24 comments to Yellow-rumped Warblers – What A Difference The Setting Can Make!

  • Alice Beckcom

    I’m sure that my view is different than many others, if not all, about the first photo. However, I like the first picture and background the most. The twig has colors orange/yellow that accent the birds tones in its wing.

    The 2nd and 3rd photos have absolutely great colors and enhance the colors of the bird in a different way.

    In the 3rd photo, I also think that the background enhances the colors in the bird and love seeing the legs and feet.

    Thank you, Ron

  • April Olson

    I love the beautiful warm browns

  • Love the autumnal shades – but would be over the moon to get any of those shots.
    So happy to hear that Shannon and her family weren’t caught up in the latest obscenity.

    • Laura Culley

      Obscenity…that’s the right word! I’m only a little more than an hour’s drive from there. I’d thought about going to a Judy Collins/Stephen Stills concert there, but have rethought that. But the reality is we’re not safe anywhere now.

    • Thank you, EC. It was pretty tense around here for a while.

  • Laura Culley

    There’s only so much you can do with a dead/dying tree/branches as a background. Like everybody else, I prefer the last two shots because of the far more interesting (to me) colors and shadings.
    I’m always amazed at the folks who think (actually BELIEVE) that birds can’t do facial expressions! Seriously? REALLY? They can’t see that blatantly obvious dubiousity? (Yes, I’ve made up a word–I’m a seasoned profession. Do NOT try this at home. LOL!) Clueless folks are so annoying!
    When I first read your comments, I thought you meant camera settings, and while I wouldn’t understand it even if you explained it in kindergarten-level simplicity, that’s where I thought you were going with this one. I GET background settings, so all is good.
    Once again, you ROCK!
    Delighted that Shannon and family are safe…well, as safe as a person CAN be in this country!

  • Patty Chadwick

    Like all three images ,but last two are definitely more appealing….for all the reasons you stated….

  • Dick Harlow

    Great images Ron.
    As a biologist I’m not fussy, generally, about picture settings for birds unless there is a ton of stuff deflecting the image. Therefore, I have never (so far) had a problem with any of your settings on your posts. I feel that way because of your honesty, I trust you! I have a real problem with made-up poses for wildlife unless the photographer is forth coming about their settings. And, I don’t see any reason not to have natural settings in filed guides or books. Just my bias.

  • Susan Stone

    Those sienna/cinnamon tones make for a really nice background for this bird. The background colors actually pick up colors in the bird that I wouldn’t otherwise notice. And I love the dubious look in the last shot.

  • Marty K

    Love the warm browns in the background. He’s definitely giving you “the eye” in that last shot. 🙂

  • frank sheets

    Fall colors and the warbler is fluffed up. Winter is coming. The later two images tell a story that the first one doesn’t. Whether its a true story or not. Nice!

  • Judy Gusick

    “Setting” sure makes a difference. 🙂 Bird on a stick is OK for the “bird books”, BUT much prefer the 2nd and 3rd shots which are wonderful! I wasn’t aware Shannon was in Las Vegas tho knew she’d left Florida. “Tense” is an understatement until you could reach her! Off we go on gun control – again – and guns and ammo will be flying out of the stores – again – neither safe nor productive when that starts happening.

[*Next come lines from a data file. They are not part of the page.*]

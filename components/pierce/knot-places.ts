import { touch } from '@/components/theme/space.ts';
import type { Stage } from '@/strategy/pierce/stage.ts';
import type { UnitSystem } from '@/strategy/units/index.ts';
import { laneKnots, targetOf, targetSame, type Knot, type Target } from './knots.ts';
import { laneNumber, laneY, type LaneScale } from './lane-scale.ts';
import type { SectionGeometry } from './section-geometry.ts';
import { stageEnds, type LaneName } from './section-layout.ts';

/** A rectangle of the drawing, px. */
export type Area = { readonly x: number; readonly y: number; readonly width: number; readonly height: number };

/** Something that can be taken hold of, where it stands in the drawing. */
export type Place = {
  readonly target: Target;
  readonly chosen: boolean;
  /** What is seen of it. */
  readonly mark: Area;
  /** Where a finger means it. */
  readonly zone: Area;
};

export type KnotPlace = Place & { readonly knot: Knot };
export type EndPlace = Place & { readonly stage: number; readonly duration: number };

type LanePlaces = {
  stages: readonly Stage[];
  lane: LaneName;
  scale: LaneScale;
  /** Where the lane begins, px. */
  top: number;
  geometry: SectionGeometry;
  system: UnitSystem;
  chosen: Target | null;
};

/** The knots of a lane from left to right. */
export function knotPlaces({ stages, lane, scale, top, geometry, system, chosen }: LanePlaces): readonly KnotPlace[] {
  const knots = laneKnots(stages, lane);
  const columns = zonesBetween(knots.map(({ time }) => geometry.x(time)));
  return knots.map((knot, index) => {
    const x = geometry.x(knot.time);
    const y = laneY(laneNumber(knot.value, lane, system), scale, top, geometry.box);
    const own = isAt(knot, chosen);
    const half = own ? 6.5 : 5;
    const column = columns[index] ?? { x, width: 0 };
    return {
      knot,
      target: targetOf(knot),
      chosen: own,
      mark: { x: x - half, y: y - half, width: 2 * half, height: 2 * half },
      zone: { ...column, y: y - touch.least / 2, height: touch.least },
    };
  });
}

/** The stages' ends on the time axis from left to right. */
export function endPlaces(
  stages: readonly Stage[],
  geometry: SectionGeometry,
  chosen: Target | null,
): readonly EndPlace[] {
  const ends = stageEnds(stages).map(geometry.x);
  const columns = zonesBetween(ends);
  return ends.map((x, stage) => {
    const target: Target = { kind: 'duration', stage };
    const column = columns[stage] ?? { x, width: 0 };
    return {
      stage,
      duration: stages[stage]?.duration ?? 0,
      target,
      chosen: targetSame(chosen, target),
      mark: { x: x - 4, y: geometry.handleRow - 9, width: 8, height: 17 },
      zone: { ...column, y: geometry.lanesBottom - 8, height: touch.least },
    };
  });
}

const isAt = (knot: Knot, target: Target | null): boolean =>
  target?.kind === 'knot' &&
  target.lane === knot.lane &&
  knot.ends.some(({ stage, end }) => stage === target.stage && end === target.end);

/** Where a finger means which of them: halfway to both neighbours, at most a finger's width. */
function zonesBetween(at: readonly number[]): { x: number; width: number }[] {
  return at.map((x, i) => {
    const before = at[i - 1];
    const after = at[i + 1];
    const from = Math.max(x - touch.least / 2, before === undefined ? -Infinity : (before + x) / 2);
    const to = Math.min(x + touch.least / 2, after === undefined ? Infinity : (x + after) / 2);
    return { x: from, width: to - from };
  });
}
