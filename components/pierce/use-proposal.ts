import { useEffect, useRef, useState } from 'react';
import type { PierceProposal } from '@/strategy/pierce/index.ts';
import { proposalRun } from './proposal-run.ts';
import type { ProposeAsked } from './propose.worker.ts';

export type ProposalState =
  | { readonly kind: 'idle' }
  | { readonly kind: 'working'; readonly share: number }
  | { readonly kind: 'refused'; readonly why: string }
  | {
      readonly kind: 'answered';
      readonly proposal: Exclude<PierceProposal, { kind: 'stopped' }>;
      readonly asked: ProposeAsked;
    };

/** The designer's search as state: begin it, stop it, put its answer away. It stops when the page is left. */
export function useProposal() {
  const [state, setState] = useState<ProposalState>({ kind: 'idle' });
  const stop = useRef<(() => void) | null>(null);
  useEffect(() => () => stop.current?.(), []);
  const clear = () => {
    stop.current?.();
    stop.current = null;
    setState({ kind: 'idle' });
  };
  /** `then` is handed the answer in the moment it comes. */
  const begin = (asked: ProposeAsked, then?: (proposal: PierceProposal) => void) => {
    stop.current?.();
    setState({ kind: 'working', share: 0 });
    stop.current = proposalRun(asked, {
      onProgress: (share) => setState({ kind: 'working', share }),
      onDone: (proposal) => {
        setState(proposal.kind === 'stopped' ? { kind: 'idle' } : { kind: 'answered', proposal, asked });
        then?.(proposal);
      },
      onRefused: (why) => setState({ kind: 'refused', why }),
    });
  };
  return { state, begin, clear };
}
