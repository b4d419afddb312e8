import { piercePropose, type ProposeInput } from '@/strategy/pierce/index.ts';

/** What the worker says: how far it is, the answer, or why the question cannot be asked. */
export type ProposeSaid =
  | { kind: 'progress'; share: number }
  | { kind: 'done'; proposal: ReturnType<typeof piercePropose> }
  | { kind: 'refused'; why: string };

const say = (said: ProposeSaid) => globalThis.postMessage(said);

globalThis.onmessage = ({ data }: MessageEvent<ProposeInput>) => {
  try {
    say({ kind: 'done', proposal: piercePropose(data, (share) => say({ kind: 'progress', share })) });
  } catch (error) {
    say({ kind: 'refused', why: error instanceof Error ? error.message : String(error) });
  }
};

    • Thank you, Judy. I agree.

      Yes, I had three very tense hours early Monday morning before I heard from Shannon and family (who now live in Vegas) and found out they were safe. They attend a lot of musical events and their tastes are eclectic so I was very worried. Shannon’s husband actually drove right in front of the Mandalay Bay Hotel a short time before the shooting as he was on his way home from the airport.